Crétins juvéniles et fascisants, Séniles gardiens de temples obscurs: les siècles bégayeraient-ils?
On va commencer par les « idiots utiles », j'entends les cramés de la tête, qui, de par le monde, passent leurs frustrations de tous ordres sur des drapeaux et des ambassades, selon l'humeur. Idiots en général, utiles en particulier aux pouvoirs corrompus et dictatoriaux qui frustrent ces mêmes jeunes, et qui savent si bien détourner la rage légitime de leurs citoyens de ses causes réelles. C'est tellement plus simple de faire comprendre à un chômeur de vingt ans que tout est la faute des danois, des israéliens, de l'occident dégénéré, quand le pouvoir local, corrompu jusqu'à la moelle bloque tout espoir de développement, de justice sociale et de liberté. C'est tout juste une soupape pour ces régimes où quelques uns mangent du dollar à la sauce pétrolière tandis que la masse paupérisée se laisse draguer par l'islamisme radical. Et tous d'osciller dangereusement entre islamisme radical et nationalisme stupide. surtout, tout sauf répondre aux vraies demandes, sociales, celles-ci. Comment, en voyant cette rage déroutée, ne pas se souvenir de nos jeunes chômeurs à nous, nos prolos d'antan, qui se ruèrent vers le totalitarisme quand la colère les poussait hors de toute raison?

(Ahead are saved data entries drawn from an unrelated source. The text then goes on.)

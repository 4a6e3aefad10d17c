import type { Finding } from "../../../shared-types/plan";
import type { Document } from "../../document/document";

/** The field on the page that sets a key of the setup. */
const fieldOf = (path: string): HTMLElement | null =>
  globalThis.document.querySelector<HTMLElement>(`[data-setting="${CSS.escape(path)}"]`);

/**
 * Shows what a finding is about: its parts are selected on the tray, the field of its setting takes the focus.
 * @param goToFields brings fields onto the page that are not on it; absent where they all are.
 */
export function showFinding(document: Document, finding: Finding, goToFields?: () => void): void {
  if (finding.partIds.length > 0) document.select(finding.partIds);
  const { about } = finding;
  if (about === null) return;
  if (fieldOf(about) === null) goToFields?.();
  // The desk is drawn before the next frame.
  requestAnimationFrame(() => {
    const field = fieldOf(about);
    field?.focus();
    field?.scrollIntoView({ block: "nearest" });
  });
}
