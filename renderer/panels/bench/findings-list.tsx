import type { Finding, Severity } from "../../../shared-types/plan";
import { texts } from "../../texts/texts";
import { remedyWords } from "./dot";

const words = texts.bench.findings;

/** Octagon, triangle, circle: shapes that speak without colour (after ISO 3864). */
const SIGNS: Readonly<Record<Severity, string>> = {
  stop: "M5.2 1H10.8L15 5.2V10.8L10.8 15H5.2L1 10.8V5.2Z",
  caution: "M8 1.5L15.2 14.5H0.8Z",
  note: "M8 1A7 7 0 1 1 7.99 1Z",
};

/** @returns the sign of a severity, drawn with its word for those who do not see it. */
export function SeveritySign({ severity }: { readonly severity: Severity }) {
  return (
    <svg
      className={`bench-sign bench-sign-${severity}`}
      viewBox="0 0 16 16"
      width="16"
      height="16"
      role="img"
      aria-label={words.severities[severity]}
    >
      <path d={SIGNS[severity]} />
    </svg>
  );
}

export interface FindingsListProps {
  readonly findings: readonly Finding[];
  /** Shows what a finding is about: its parts on the tray, or the field of its setting. */
  readonly onShow: (finding: Finding) => void;
  readonly onApply: (finding: Finding) => void;
}

/** What the rules found, gravest first: a click shows what it is about, a button applies the remedy where it is one value. */
export function FindingsList({ findings, onShow, onApply }: FindingsListProps) {
  if (findings.length === 0) return <p className="hint">{words.none}</p>;
  return (
    <ul className="bench-findings">
      {findings.map((finding) => (
        <li key={`${finding.code} ${finding.partIds.join(" ")} ${finding.measured}`} data-finding={finding.code}>
          <SeveritySign severity={finding.severity} />
          <div>
            <button type="button" className="bench-finding" onClick={() => onShow(finding)}>
              <strong>{words.severities[finding.severity]}.</strong> {finding.message}
            </button>
            <p className="bench-measured">
              {finding.measured} <span className="bench-note">{words.against(finding.limit)}</span>
            </p>
            <details>
              <summary>{words.more}</summary>
              <p>{finding.remedy}</p>
              <p className="bench-note">{words.source(finding.source)}</p>
            </details>
            {finding.edit !== null && (
              <button type="button" className="bench-remedy" onClick={() => onApply(finding)}>
                {remedyWords(finding.edit)}
              </button>
            )}
          </div>
        </li>
      ))}
    </ul>
  );
}
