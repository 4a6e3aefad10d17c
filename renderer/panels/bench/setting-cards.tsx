import type { ReactNode } from "react";
import type { BenchNumbers } from "../../../shared-types/bench";
import type { Problem } from "../../../shared-types/result";
import type { Setup } from "../../../shared-types/setup";
import { changeInterface, changeMeter, changeProbing, changeSession, changeSupply, changeWater } from "../../document/commands/bench";
import type { Document } from "../../document/document";
import type { Edit } from "../../document/edit";
import { ChoiceField, Switch } from "../fields";
import { NumberField } from "../number-field";
import { OptionalNumber } from "./optional-number";
import { ReadoutList } from "./readout-list";
import { circuitReadouts, heatAndGasReadouts, meterReadouts, type Readout, surfaceReadouts, waterReadouts } from "./readouts";

export interface SettingCardProps {
  readonly document: Document;
  readonly setup: Setup;
  /** Null while the setup has no plan. */
  readonly bench: BenchNumbers | null;
}

/** Runs an edit. @returns why it was refused. */
const trying = (document: Document, edit: Edit): readonly Problem[] => {
  const result = document.run(edit);
  return result.ok ? [] : result.problems;
};

function Card({ title, lines, children }: { readonly title: string; readonly lines: readonly Readout[]; readonly children: ReactNode }) {
  const id = `bench-${title.toLowerCase().replace(/\s/g, "-")}`;
  return (
    <section className="card" aria-labelledby={id}>
      <h2 id={id}>{title}</h2>
      <div className="grid-2 bench-settings">{children}</div>
      <ReadoutList lines={lines} />
    </section>
  );
}

const SALTS = [
  ["none", "none (natural water)"],
  ["sodium-chloride", "sodium chloride"],
  ["potassium-chloride", "potassium chloride"],
  ["magnesium-sulfate", "magnesium sulfate"],
  ["sodium-carbonate", "sodium carbonate"],
] as const;

export function WaterCard({ document, setup, bench }: SettingCardProps) {
  const { water } = setup;
  const set = (change: Parameters<typeof changeWater>[0]) => trying(document, changeWater(change));
  return (
    <Card title="Water" lines={bench === null ? [] : waterReadouts(setup, bench)}>
      <NumberField
        label="Depth at the centre"
        unit="mm"
        value={water.depthMm}
        step={0.5}
        setting="water.depthMm"
        onSet={(depthMm) => set({ depthMm })}
      />
      <NumberField
        label="Conductivity at 25 °C"
        unit="µS/cm"
        value={water.conductivityUsPerCm}
        step={10}
        setting="water.conductivityUsPerCm"
        onSet={(conductivityUsPerCm) => set({ conductivityUsPerCm })}
      />
      <NumberField
        label="Temperature"
        unit="°C"
        value={water.temperatureC}
        step={0.5}
        setting="water.temperatureC"
        onSet={(temperatureC) => set({ temperatureC })}
      />
      <ChoiceField label="Salt" value={water.salt} setting="water.salt" choices={SALTS} onSet={(salt) => set({ salt })} />
      <OptionalNumber
        label="Bring it to"
        unit="µS/cm"
        value={water.targetConductivityUsPerCm}
        setting="water.targetConductivityUsPerCm"
        absent="as it is"
        onSet={(targetConductivityUsPerCm) => set({ targetConductivityUsPerCm })}
      />
    </Card>
  );
}

const SOURCES = [
  ["safety-isolated", "safety isolating transformer"],
  ["battery", "battery"],
  ["not isolated", "anything else"],
] as const;
const WAVEFORMS = [
  ["ac", "AC"],
  ["dc", "DC"],
] as const;

export function SupplyCard({ document, setup, bench }: SettingCardProps) {
  const { supply } = setup;
  const set = (change: Parameters<typeof changeSupply>[0]) => trying(document, changeSupply(change));
  return (
    <Card title="Supply and circuit" lines={bench === null ? [] : circuitReadouts(setup, bench)}>
      <ChoiceField
        label="Current"
        value={supply.waveform}
        setting="supply.waveform"
        choices={WAVEFORMS}
        onSet={(waveform) => set({ waveform })}
      />
      <NumberField label="Voltage" unit="V" value={supply.volts} step={0.1} setting="supply.volts" onSet={(volts) => set({ volts })} />
      {supply.waveform === "ac" && (
        <NumberField
          label="Frequency"
          unit="Hz"
          value={supply.frequencyHz}
          step={1}
          setting="supply.frequencyHz"
          onSet={(frequencyHz) => set({ frequencyHz })}
        />
      )}
      <OptionalNumber
        label="With nothing connected"
        unit="V"
        value={supply.openCircuitVolts}
        setting="supply.openCircuitVolts"
        absent="not measured"
        onSet={(openCircuitVolts) => set({ openCircuitVolts })}
      />
      <NumberField
        label="Current limit"
        unit="A"
        value={supply.currentLimitA}
        step={0.1}
        setting="supply.currentLimitA"
        onSet={(currentLimitA) => set({ currentLimitA })}
      />
      <ChoiceField label="Source" value={supply.source} setting="supply.source" choices={SOURCES} onSet={(source) => set({ source })} />
    </Card>
  );
}

export function SurfaceCard({ document, setup, bench }: SettingCardProps) {
  const { doubleLayerUfPerCm2, electrodeDropVolts, inReadings } = setup.interface;
  const set = (change: Parameters<typeof changeInterface>[0]) => trying(document, changeInterface(change));
  return (
    <Card title="Electrode surfaces" lines={bench === null ? [] : surfaceReadouts(bench)}>
      {setup.supply.waveform === "ac" ? (
        <OptionalNumber
          label="Double layer"
          unit="µF/cm²"
          value={doubleLayerUfPerCm2}
          setting="interface.doubleLayerUfPerCm2"
          absent="by the metal"
          onSet={(value) => set({ doubleLayerUfPerCm2: value })}
        />
      ) : (
        <OptionalNumber
          label="Measured drop, both"
          unit="V"
          value={electrodeDropVolts}
          setting="interface.electrodeDropVolts"
          absent="by the metal"
          onSet={(value) => set({ electrodeDropVolts: value })}
        />
      )}
      <Switch
        label="Expected readings allow for this loss"
        on={inReadings}
        setting="interface.inReadings"
        onSet={(on) => set({ inReadings: on })}
      />
    </Card>
  );
}

export function MeterCard({ document, setup, bench }: SettingCardProps) {
  const { meter, probing } = setup;
  const set = (change: Parameters<typeof changeMeter>[0]) => trying(document, changeMeter(change));
  return (
    <Card title="Meter and probe" lines={bench === null ? [] : meterReadouts(bench)}>
      <NumberField
        label="Input"
        unit="MΩ"
        value={meter.inputMegohm}
        step={1}
        setting="meter.inputMegohm"
        onSet={(inputMegohm) => set({ inputMegohm })}
      />
      <NumberField
        label="Input"
        unit="pF"
        value={meter.inputPicofarad}
        step={10}
        setting="meter.inputPicofarad"
        onSet={(inputPicofarad) => set({ inputPicofarad })}
      />
      <NumberField label="Counts" unit="" value={meter.counts} step={1000} setting="meter.counts" onSet={(counts) => set({ counts })} />
      <NumberField
        label="Accuracy"
        unit="%"
        value={meter.accuracyPercent}
        step={0.1}
        setting="meter.accuracyPercent"
        onSet={(accuracyPercent) => set({ accuracyPercent })}
      />
      <NumberField
        label="and"
        unit="digits"
        value={meter.accuracyDigits}
        step={1}
        setting="meter.accuracyDigits"
        onSet={(accuracyDigits) => set({ accuracyDigits })}
      />
      <NumberField label="AC from" unit="Hz" value={meter.acLowHz} step={5} setting="meter.acLowHz" onSet={(acLowHz) => set({ acLowHz })} />
      <NumberField
        label="AC to"
        unit="Hz"
        value={meter.acHighHz}
        step={50}
        setting="meter.acHighHz"
        onSet={(acHighHz) => set({ acHighHz })}
      />
      <NumberField
        label="Probe's tip"
        unit="mm"
        value={probing.probeTipMm}
        step={0.1}
        setting="probing.probeTipMm"
        onSet={(probeTipMm) => trying(document, changeProbing({ probeTipMm }))}
      />
    </Card>
  );
}

export function SessionCard({ document, setup, bench }: SettingCardProps) {
  const { session, supply } = setup;
  const set = (change: Parameters<typeof changeSession>[0]) => trying(document, changeSession(change));
  return (
    <Card title="Heat and gas" lines={bench === null ? [] : heatAndGasReadouts(setup, bench)}>
      <NumberField
        label="Session"
        unit="min"
        value={session.minutes}
        step={5}
        setting="session.minutes"
        onSet={(minutes) => set({ minutes })}
      />
      <NumberField label="Trays" unit="" value={session.trays} step={1} setting="session.trays" onSet={(trays) => set({ trays })} />
      {supply.waveform === "dc" && (
        <>
          <NumberField
            label="Air over one tray"
            unit="L"
            value={session.hoodLitres}
            step={10}
            setting="session.hoodLitres"
            onSet={(hoodLitres) => set({ hoodLitres })}
          />
          <NumberField
            label="Room"
            unit="m³"
            value={session.roomCubicMetres}
            step={10}
            setting="session.roomCubicMetres"
            onSet={(roomCubicMetres) => set({ roomCubicMetres })}
          />
        </>
      )}
    </Card>
  );
}
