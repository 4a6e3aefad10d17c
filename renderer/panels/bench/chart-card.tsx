import type { BenchNumbers } from "../../../shared-types/bench";
import type { Setup } from "../../../shared-types/setup";
import { changeSupply } from "../../document/commands/bench";
import type { Document } from "../../document/document";
import { texts } from "../../texts/texts";
import { moveDot } from "./dot";
import { FrequencyChart } from "./frequency-chart";
import { shownNumber } from "./numbers";
import { type Gesture, RegionChart } from "./region-chart";
import { allowsSetting, breaks } from "./region-geometry";

const words = texts.bench;

interface ChartCardProps {
  readonly document: Document;
  readonly setup: Setup;
  readonly bench: BenchNumbers;
}

/** Sends a gesture on the chart to the document: a drag is one step, a held key is one step. */
function useGestures(document: Document, drag: string) {
  return (edit: Parameters<Document["run"]>[0], gesture: Gesture): void => {
    if (gesture === "start") document.startDrag(drag);
    else if (gesture === "key") document.run(edit);
    else {
      document.dragTo(edit);
      if (gesture === "end") document.finishDrag();
    }
  };
}

/** In words: whether the present setting is allowed, or which rules it breaks. */
function Verdict({ setup, bench }: Omit<ChartCardProps, "document">) {
  const { region } = bench;
  const [depthMm, volts] = [setup.water.depthMm, setup.supply.volts];
  const broken = region.boundaries.filter((boundary) => breaks(boundary, depthMm, volts)).map((boundary) => words.rules[boundary.rule]);
  const coarse = region.unreadableVolts.some(([low, high]) => low > 0 && volts > low && volts < high);
  const reasons = coarse ? [...broken, words.chart.coarseDigit] : broken;
  const allowed = reasons.length === 0 && allowsSetting(region, depthMm, volts);
  return (
    <p className="bench-verdict" role="status">
      <strong>{words.chart.setting(shownNumber(depthMm), shownNumber(volts), setup.supply.waveform)}</strong>{" "}
      {allowed ? words.chart.kept : words.chart.broken(reasons)}
    </p>
  );
}

/** The depth–voltage chart with its suggestion, and the share lost along frequency below it. */
export function ChartCard({ document, setup, bench }: ChartCardProps) {
  const { region } = bench;
  const { suggestion, clash } = region;
  const onRegion = useGestures(document, words.chart.dragStep);
  const onFrequency = useGestures(document, words.frequency.dragStep);
  const taken = suggestion !== null && suggestion[0] === setup.water.depthMm && suggestion[1] === setup.supply.volts;
  return (
    <section className="card" aria-labelledby="bench-chart-title">
      <h2 id="bench-chart-title">{words.chart.title}</h2>
      <RegionChart
        region={region}
        depthMm={setup.water.depthMm}
        volts={setup.supply.volts}
        waveform={setup.supply.waveform}
        onChoose={(depthMm, volts, gesture) => onRegion(moveDot(depthMm, volts, gesture === "key" ? "chart's dot" : undefined), gesture)}
      />
      <Verdict setup={setup} bench={bench} />
      {suggestion !== null && (
        <button type="button" className="strong" disabled={taken} onClick={() => document.run(moveDot(...suggestion))}>
          {taken ? words.chart.taken : words.chart.take(shownNumber(suggestion[0]), shownNumber(suggestion[1]))}
        </button>
      )}
      {clash !== null && (
        <p className="bench-clash">
          <strong>{words.chart.clash}</strong> {clash.message} {words.chart.opensWith(clash.opensWith)}
        </p>
      )}
      {!region.exact && <p className="hint">{words.chart.estimate}</p>}
      {bench.interface.waveform === "ac" && (
        <>
          <h3>{words.frequency.title}</h3>
          <FrequencyChart
            surface={bench.interface}
            meterLowHz={setup.meter.acLowHz}
            meterHighHz={setup.meter.acHighHz}
            onChoose={(frequencyHz, gesture) =>
              onFrequency(
                { ...changeSupply({ frequencyHz }), label: words.frequency.dotStep(frequencyHz), joins: "chart's frequency" },
                gesture,
              )
            }
          />
        </>
      )}
    </section>
  );
}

Place à la deuxième catégorie, nettement plus présentable, de bonne famille et tout et tout. Elle se trouve partout où l'on préfère l'ordre à la liberté, entendez dans les corps religieux, mais aussi chez les conservateurs, exotiques où bien de chez nous, nos communautaristes de tous poils, réacs et bien nourris. Des cathos au Royaume-Uni, de Washington au CFCM, de vieux messieurs nous expliquent que c'est pas bien de trop l'ouvrir, qu'on risque de choquer. L'internationale des réacs aux abois pour sauver la façade, pour la paix des (ménages-) communautés. Et d'oublier que la liberté d'expression s'est réalisée aussi chez nous au prix parfois du scandale, parfois d'un goût douteux, parfois jusque devant les tribunaux. Les dessins anti-cléricaux du temps jadis n'ont rien à envier aux mauvaises caricatures d'aujourd'hui en termes de violence. Mais c'est au nom des libertés qu'on les défendait déjà alors pied à pied contre les obscurantistes, ceux là même qui très officiellement préféreront l'ordre et le bruit de bottes à la justice sociale et à la liberté. La boucle est bouclée.
Crétins juvéniles et fascisants, Séniles gardiens de temples obscurs: les siècles bégayeraient-ils?